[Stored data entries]
----

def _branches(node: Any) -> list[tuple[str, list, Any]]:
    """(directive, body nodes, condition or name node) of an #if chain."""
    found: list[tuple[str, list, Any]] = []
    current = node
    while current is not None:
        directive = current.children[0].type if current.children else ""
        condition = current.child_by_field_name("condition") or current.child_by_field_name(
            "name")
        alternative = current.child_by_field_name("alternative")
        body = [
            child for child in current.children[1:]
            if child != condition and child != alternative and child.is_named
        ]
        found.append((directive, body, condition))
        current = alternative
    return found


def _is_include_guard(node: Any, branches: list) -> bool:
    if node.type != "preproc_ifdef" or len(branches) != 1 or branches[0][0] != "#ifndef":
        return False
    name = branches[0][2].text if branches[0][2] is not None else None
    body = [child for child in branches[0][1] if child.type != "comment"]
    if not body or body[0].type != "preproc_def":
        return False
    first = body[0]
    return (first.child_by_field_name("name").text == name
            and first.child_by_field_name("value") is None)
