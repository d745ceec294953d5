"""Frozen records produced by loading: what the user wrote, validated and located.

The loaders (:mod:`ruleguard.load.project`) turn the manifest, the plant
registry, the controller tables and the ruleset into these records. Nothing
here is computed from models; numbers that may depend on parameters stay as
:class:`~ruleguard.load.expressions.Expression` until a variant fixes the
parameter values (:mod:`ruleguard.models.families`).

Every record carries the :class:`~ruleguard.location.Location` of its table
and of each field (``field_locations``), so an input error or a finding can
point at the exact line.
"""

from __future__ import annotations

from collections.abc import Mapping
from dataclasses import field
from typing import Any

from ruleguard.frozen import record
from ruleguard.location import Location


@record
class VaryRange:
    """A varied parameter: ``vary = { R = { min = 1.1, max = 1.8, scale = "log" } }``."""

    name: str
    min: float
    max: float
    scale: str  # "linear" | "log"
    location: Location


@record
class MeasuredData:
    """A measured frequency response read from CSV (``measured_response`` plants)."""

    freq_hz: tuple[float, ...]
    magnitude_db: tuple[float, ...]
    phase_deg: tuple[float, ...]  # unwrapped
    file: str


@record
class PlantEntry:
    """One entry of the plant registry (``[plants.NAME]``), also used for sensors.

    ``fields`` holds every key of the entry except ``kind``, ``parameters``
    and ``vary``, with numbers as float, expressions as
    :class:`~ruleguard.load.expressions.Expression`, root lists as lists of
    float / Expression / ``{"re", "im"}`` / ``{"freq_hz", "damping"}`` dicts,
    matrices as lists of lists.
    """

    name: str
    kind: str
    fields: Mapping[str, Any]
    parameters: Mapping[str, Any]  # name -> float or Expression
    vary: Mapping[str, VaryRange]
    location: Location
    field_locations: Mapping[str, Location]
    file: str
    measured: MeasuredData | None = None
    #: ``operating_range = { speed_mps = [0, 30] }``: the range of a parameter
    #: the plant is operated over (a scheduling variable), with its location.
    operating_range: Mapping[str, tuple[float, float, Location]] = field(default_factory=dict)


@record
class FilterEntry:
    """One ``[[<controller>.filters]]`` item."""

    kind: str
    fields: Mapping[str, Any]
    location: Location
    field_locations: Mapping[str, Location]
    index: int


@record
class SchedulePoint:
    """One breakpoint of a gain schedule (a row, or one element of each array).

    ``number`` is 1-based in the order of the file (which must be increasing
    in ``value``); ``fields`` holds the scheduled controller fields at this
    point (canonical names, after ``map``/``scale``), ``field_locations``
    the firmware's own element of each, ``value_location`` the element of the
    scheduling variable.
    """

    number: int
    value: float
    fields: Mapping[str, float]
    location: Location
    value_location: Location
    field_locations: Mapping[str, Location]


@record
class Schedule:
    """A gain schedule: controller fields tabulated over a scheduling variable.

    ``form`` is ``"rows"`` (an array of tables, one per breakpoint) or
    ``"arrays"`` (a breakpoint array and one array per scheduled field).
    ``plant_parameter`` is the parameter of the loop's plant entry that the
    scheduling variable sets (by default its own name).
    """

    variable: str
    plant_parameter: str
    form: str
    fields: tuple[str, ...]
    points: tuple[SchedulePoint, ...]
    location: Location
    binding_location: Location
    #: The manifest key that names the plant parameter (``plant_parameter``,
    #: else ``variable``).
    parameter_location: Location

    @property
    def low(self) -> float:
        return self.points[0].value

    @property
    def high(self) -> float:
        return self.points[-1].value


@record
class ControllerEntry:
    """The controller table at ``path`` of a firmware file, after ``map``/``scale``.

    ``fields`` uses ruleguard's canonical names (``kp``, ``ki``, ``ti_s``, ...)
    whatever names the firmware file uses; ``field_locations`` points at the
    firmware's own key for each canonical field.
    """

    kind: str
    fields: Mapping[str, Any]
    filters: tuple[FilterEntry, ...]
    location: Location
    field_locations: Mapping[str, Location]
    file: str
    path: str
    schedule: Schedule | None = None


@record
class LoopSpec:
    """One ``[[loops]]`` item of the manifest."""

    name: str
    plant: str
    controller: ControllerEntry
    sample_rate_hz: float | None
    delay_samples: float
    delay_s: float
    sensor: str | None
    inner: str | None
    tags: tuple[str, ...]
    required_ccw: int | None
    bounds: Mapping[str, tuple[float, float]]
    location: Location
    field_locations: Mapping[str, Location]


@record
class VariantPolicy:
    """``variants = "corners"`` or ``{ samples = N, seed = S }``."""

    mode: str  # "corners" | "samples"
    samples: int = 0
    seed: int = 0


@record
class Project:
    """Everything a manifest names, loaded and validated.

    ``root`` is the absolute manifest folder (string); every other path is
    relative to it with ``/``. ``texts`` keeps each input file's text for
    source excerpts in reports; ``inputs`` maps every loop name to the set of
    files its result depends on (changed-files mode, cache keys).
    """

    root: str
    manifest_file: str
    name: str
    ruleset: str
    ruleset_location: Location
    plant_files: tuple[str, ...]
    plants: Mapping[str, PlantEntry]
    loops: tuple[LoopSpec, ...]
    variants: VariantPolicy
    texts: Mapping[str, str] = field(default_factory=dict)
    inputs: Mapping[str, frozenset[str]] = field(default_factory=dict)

----

Aim of the exercise
When you reach the line containing "name = branches[0][2].text" in the data above, start copying exactly, and stop after the line containing "float, expressions as".

Exercise output
    name = branches[0][2].text if branches[0][2] is not None else None
    body = [child for child in branches[0][1] if child.type != "comment"]
    if not body or body[0].type != "preproc_def":
        return False
    first = body[0]
    return (first.child_by_field_name("name").text == name
            and first.child_by_field_name("value") is None)
repository d745ceec294953d5
"""Frozen records produced by loading: what the user wrote, validated and located.

The loaders (:mod:`ruleguard.load.project`) turn the manifest, the plant
registry, the controller tables and the ruleset into these records. Nothing
here is computed from models; numbers that may depend on parameters stay as
:class:`~ruleguard.load.expressions.Expression` until a variant fixes the
parameter values (:mod:`ruleguard.models.families`).

Every record carries the :class:`~ruleguard.location.Location` of its table
and of each field (``field_locations``), so an input error or a finding can
point at the exact line.
"""

from __future__ import annotations

from collections.abc import Mapping
from dataclasses import field
from typing import Any

from ruleguard.frozen import record
from ruleguard.location import Location


@record
class VaryRange:
    """A varied parameter: ``vary = { R = { min = 1.1, max = 1.8, scale = "log" } }``."""

    name: str
    min: float
    max: float
    scale: str  # "linear" | "log"
    location: Location


@record
class MeasuredData:
    """A measured frequency response read from CSV (``measured_response`` plants)."""

    freq_hz: tuple[float, ...]
    magnitude_db: tuple[float, ...]
    phase_deg: tuple[float, ...]  # unwrapped
    file: str


@record
class PlantEntry:
    """One entry of the plant registry (``[plants.NAME]``), also used for sensors.

    ``fields`` holds every key of the entry except ``kind``, ``parameters``
    and ``vary``, with numbers as float, expressions as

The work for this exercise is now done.